Collected data entries:
§
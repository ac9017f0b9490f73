"""Reads formulas and expressions, by precedence, with an explicit stack of operators.

Only brackets, `if` and `sum` recurse, so the stack stays small. How deep and how long the tree becomes is counted while
it is built, for whoever walks it later: chains of binary operators lean left (walk that edge in a loop), all other
edges are at most TALLEST deep, the blocks round the expression included.
"""

from __future__ import annotations

from collections.abc import Callable
from fractions import Fraction
from typing import Any, NamedTuple

from workbench.errors import Span
from workbench.sheet.cursor import Cursor, Mistake, TooDeep
from workbench.sheet.lexer import NAME, NEWLINE, NUMBER, Token
from workbench.sheet.tree import (
    Application,
    Binary,
    Comparison,
    Conditional,
    Expr,
    Name,
    Number,
    Short,
    Summation,
    Truth,
    Unary,
)
from workbench.sheet.words import (
    ADD,
    ASPECTS,
    COMPARE,
    FUNCTION_WORDS,
    IMPLIES,
    LARGEST_DIGITS,
    LEVELS,
    LONGEST_CHAIN,
    MINUS,
    NOT,
    RIGHT,
    SUFFIXES,
    TALLEST,
    quoted,
)

PREFIXES = ASPECTS | {"-", "not"}
MOST_PENDING = TALLEST + len(set(LEVELS.values()))  # operators that wait for operands: more lean right too deep


class _Part(NamedTuple):
    """An operand so far. `nest`: the tree's depth, left edges of binary operators apart; `chain`: their number."""

    node: Expr
    first: Token
    end: int
    nest: int
    chain: int


class _Pending:
    """An operator that waits for its right operand. A comparison gathers the operators of its chain."""

    __slots__ = ("level", "signs", "token", "short")

    def __init__(self, level: int, token: Token, short: tuple[str, str] | None = None) -> None:
        self.level = level
        self.signs = [token.kind]
        self.token = token
        self.short = short


class ExpressionReader(Cursor):
    def __init__(self, text: str, path: str) -> None:
        super().__init__(text, path)
        self.blocks = 0  # open blocks, which leave the less room for the depth of expressions
        self.in_claim = False
        self.in_charge = False
        self.excused = -1  # the token at which a word may be missing: a mistake before it has been told

    # -------------------------------------------------------------- what the grammar calls
    def formula(self) -> Expr:
        """formula or expr: types tell them apart, not the grammar."""
        return self._parse(IMPLIES).node

    def sum(self) -> Expr:
        """An expression without comparison, not, and, or, implies, if."""
        return self._parse(ADD).node

    def application(self, what: str) -> Application:
        """NAME "(" exprs ")"; `what` says of what it is the name."""
        if self.token.kind != NAME:
            self.expect_name(what)  # which says what is wrong
        node = self._application().node
        assert isinstance(node, Application)
        return node

    # -------------------------------------------------------------- operators
    def _parse(self, lowest: int) -> _Part:
        parts: list[_Part] = []
        pending: list[_Pending] = []
        while True:
            while self.token.kind in PREFIXES and self._prefix(pending, lowest):
                pass
            part = self._operand(lowest)
            level = LEVELS.get(self.token.kind, 0)
            if level < lowest:
                if not pending:
                    return part
                parts.append(part)
                break
            parts.append(part)
            while pending and (pending[-1].level > level or (pending[-1].level == level and level not in RIGHT)):
                if level == COMPARE == pending[-1].level:
                    break
                self._reduce(parts, pending)
            token = self.advance()
            if level == COMPARE and pending and pending[-1].level == COMPARE:
                self._lengthen(pending[-1], token)
            else:
                pending.append(_Pending(level, token))
                if len(pending) > MOST_PENDING:
                    raise TooDeep(token)
        while pending:
            self._reduce(parts, pending)
        return parts[0]

    def _lengthen(self, comparison: _Pending, token: Token) -> None:
        if comparison.short is not None:
            raise Mistake(token, "a short form holds one comparison only", "join two claims with 'and'")
        comparison.signs.append(token.kind)
        if len(comparison.signs) > LONGEST_CHAIN:
            raise _too_long(token)

    def _prefix(self, pending: list[_Pending], lowest: int) -> bool:
        """Takes a `not`, a unary minus or the head of a short form."""
        token = self.token
        if token.kind == "-":
            pending.append(_Pending(MINUS, self.advance()))
        elif token.kind == "not" and lowest <= NOT:
            if pending and pending[-1].level > NOT:
                raise Mistake(token, "'not' cannot follow this operator directly", "put 'not …' in brackets")
            pending.append(_Pending(NOT, self.advance()))
        elif token.kind in ASPECTS and lowest <= COMPARE:
            pending.append(self._short_head(pending))
        else:
            return False
        if len(pending) > MOST_PENDING:
            raise TooDeep(token)
        return True

    def _short_head(self, pending: list[_Pending]) -> _Pending:
        """("spent" | "net" | "peak" | "area" | "mean") NAME ("=" | "<=" | ">=")"""
        aspect = self.token
        if pending and pending[-1].level > NOT:
            raise Mistake(aspect, f"'{aspect.kind}' begins a short form, which cannot follow this operator",
                          f"write '{aspect.kind}' first, such as {aspect.kind} time <= 5")  # fmt: skip
        if not self.in_claim:
            self.complain(aspect, f"the short form '{aspect.kind}' may stand in claims only")
        self.advance()
        resource = self.expect_name("the name of a counter or gauge")
        if self.token.kind not in ("=", "<=", ">="):
            raise self.expected(f"'=', '<=' or '>=' after '{aspect.kind} {resource.text}'")
        entry = _Pending(COMPARE, aspect, (resource.text, self.token.kind))
        self.advance()
        return entry

    def _reduce(self, parts: list[_Part], pending: list[_Pending]) -> None:
        """Joins the last operator with its operands."""
        entry = pending.pop()
        sign: Any = entry.signs[0]
        right = parts[-1]
        if entry.short is not None or entry.level in (NOT, MINUS):
            first, count = entry.token, 1
        elif entry.level == COMPARE:
            count = len(entry.signs) + 1
            first = parts[-count].first
        else:
            count, first = 2, parts[-2].first
        operands = parts[-count:]
        del parts[-count:]
        span = Span(first.start, right.end, first.line, first.column)
        nest, chain = max(p.nest for p in operands) + 1, 0
        node: Expr
        if entry.short is not None:
            resource, relation = entry.short
            node = Short(sign, resource, relation, right.node, span)  # type: ignore[arg-type]
        elif entry.level in (NOT, MINUS):
            node = Unary(sign, right.node, span)
        elif entry.level == COMPARE:
            node = Comparison(tuple(p.node for p in operands), tuple(entry.signs), span)  # type: ignore[arg-type]
        else:
            left = operands[0]
            node = Binary(sign, left.node, right.node, span)
            leans = isinstance(left.node, Binary)
            nest, chain = max(left.nest + (not leans), right.nest + 1), left.chain + 1
        self._measure(nest, entry.token)
        if chain > LONGEST_CHAIN:
            raise _too_long(entry.token)
        parts.append(_Part(node, first, right.end, nest, chain))

    # -------------------------------------------------------------- operands
    def _operand(self, lowest: int) -> _Part:
        token = self.token
        kind = token.kind
        if kind == NAME:
            return self._application() if self.next_kind == "(" else self._named()
        if kind == NUMBER:
            return self._leaf(token, self._number())
        if kind == "(":
            return self._bracketed()
        if kind == "result":
            self.advance()
            return self._leaf(token, Name("result", self.take("'"), self.since(token)))
        if kind in FUNCTION_WORDS:
            return self._application()
        if kind == "sum":
            return self._summation()
        if kind == "if" and lowest <= COMPARE:
            return self._conditional()
        if kind in ("true", "false"):
            self.advance()
            return self._leaf(token, Truth(kind == "true", self.since(token)))
        if kind == "size" and self.in_charge:
            self.advance()
            return self._leaf(token, Name("size", span=self.since(token)))
        raise self._no_operand(lowest)

    def _no_operand(self, lowest: int) -> Mistake:
        token = self.token
        if token.kind in ("if", "not") or token.kind in ASPECTS:
            return Mistake(token, f"'{token.kind}' cannot stand here", "put the whole of it in brackets")
        what = "a value" if lowest > COMPARE else "a value or formula"
        if self.previous.kind in LEVELS:
            what += f" after '{self.previous.text}'"
        mend = None
        if token.kind == ".":
            mend = "a number begins with a digit: 0.5"
        elif token.kind in LEVELS and self.previous.kind == NEWLINE:
            mend = "to go on over a line's end, end the line with the operator"
        return self.expected(what, mend)

    def _leaf(self, first: Token, node: Expr) -> _Part:
        return _Part(node, first, node.span.end, 1, 0)

    def _bracketed(self) -> _Part:
        first = self.advance()
        self.enter(first)
        inner = self._parse(IMPLIES)
        if self.token.kind != ")":
            raise self._unclosed(first)
        end = self.advance().end
        self.leave()
        return _Part(inner.node, first, end, inner.nest, inner.chain)

    def _unclosed(self, first: Token) -> Mistake:
        if self.token.kind == NEWLINE or self.token.line > first.line:
            return Mistake(first, "this bracket is never closed", "write ')' where it ends")
        return self.expected("')'")

    def _named(self) -> _Part:
        token = self.advance()
        name = token.text
        if self.token.kind == "." and self.token.start == token.end:
            self.advance()
            if self.token.kind not in ("peak", "area"):
                raise self.expected(f"'peak' or 'area' after '{quoted(name)[1:-1]}.'")
            name += "." + self.advance().kind
        return self._leaf(token, Name(name, self.take("'"), self.since(token)))

    def _number(self) -> Number:
        token = self.advance()
        after = self.token
        if after.start == token.end and after.kind not in LEVELS and (after.kind == "(" or after.text[:1].isalnum()):
            raise Mistake(token, f"the number {quoted(token.text)} runs into {quoted(after.text)}",
                          "put an operator between them, such as *; a name begins with a letter")  # fmt: skip
        return Number(number_value(token), token.text, self.since(token))

    def _application(self) -> _Part:
        first = self.advance()
        if self.token.kind != "(":
            mend = f"its arguments stand in brackets: {first.text[:20]}(…)"
            raise self.expected(f"'(' after {quoted(first.text)}", mend)
        bracket = self.advance()
        self.enter(bracket)
        found: list[_Part] = []
        while self.token.kind != ")":
            if found:
                if self.token.kind != ",":
                    raise self._unclosed(bracket)
                self.advance()
            found.append(self._parse(IMPLIES))
            if len(found) > LONGEST_CHAIN:
                raise Mistake(bracket, f"more than {LONGEST_CHAIN:,} arguments")
        self.advance()
        self.leave()
        return self._grown(Application(first.text, tuple(p.node for p in found), self.since(first)), first, found)

    def _summation(self) -> _Part:
        """"sum" "(" expr "for" NAME "from" expr "to" expr ")" """
        first = self.advance()
        self.enter(self.expect("("))
        body = self._parse(IMPLIES)
        self.expect("for", mend="a sum is written sum(i^2 for i from 1 to n)")
        variable = self.expect_name("the variable of a sum").text
        self.expect("from")
        low = self._parse(IMPLIES)
        self.expect("to")
        high = self._parse(IMPLIES)
        self.expect(")")
        self.leave()
        node = Summation(body.node, variable, low.node, high.node, self.since(first))
        return self._grown(node, first, [body, low, high])

    def _conditional(self) -> _Part:
        """"if" formula "then" formula "else" formula, as far right as possible"""
        first = self.advance()
        self.enter(first)
        condition = self._parse(IMPLIES)
        self._word_between("then")
        then = self._parse(IMPLIES)
        self._word_between("else")
        otherwise = self._parse(IMPLIES)
        self.leave()
        node = Conditional(condition.node, then.node, otherwise.node, self.since(first))
        return self._grown(node, first, [condition, then, otherwise])

    def _word_between(self, word: str) -> None:
        """Newlines next to `then` and `else` mean nothing."""
        if self.token.kind == NEWLINE and self.next_kind == word:
            self.advance()
        self.expect(word, mend="as a value, 'if' has both 'then' and 'else'")
        self.skip_newlines()

    def _grown(self, node: Expr, first: Token, children: list[_Part]) -> _Part:
        nest = max((c.nest for c in children), default=0) + 1
        self._measure(nest, first)
        return _Part(node, first, node.span.end, nest, 0)

    def _measure(self, nest: int, place: Token) -> None:
        if nest + self.blocks > TALLEST:
            raise TooDeep(place, f"this expression is more than {TALLEST - self.blocks} operators deep")

    # -------------------------------------------------------------- where reading goes on after a mistake
    def record(self, mistake: Mistake) -> None:
        """Records it; every bracket that was open is left."""
        self.depth = self.blocks
        self.in_claim = self.in_charge = False
        super().record(mistake)

    def attempt(self, read: Callable[[], Expr], *stops: str) -> Expr:
        """An expression that ends at one of those words; after a mistake goes on there, with a hole in its place."""
        first = self.token
        try:
            found = read()
            if self.token.kind not in (*stops, NEWLINE):
                raise self.expected(f"'{stops[0]}'")
            return found
        except Mistake as mistake:
            self.record(mistake)
            self.skip_line(*stops)
            self.excused = self.at
            return self.hole(first)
§
DIRECTIONS FOR THIS TASK:
Read the entries and select each line where the word "claims" is found.

ANSWER BOX:
            raise Mistake(token, "a short form holds one comparison only", "join two claims with 'and'")
            self.complain(aspect, f"the short form '{aspect.kind}' may stand in claims only")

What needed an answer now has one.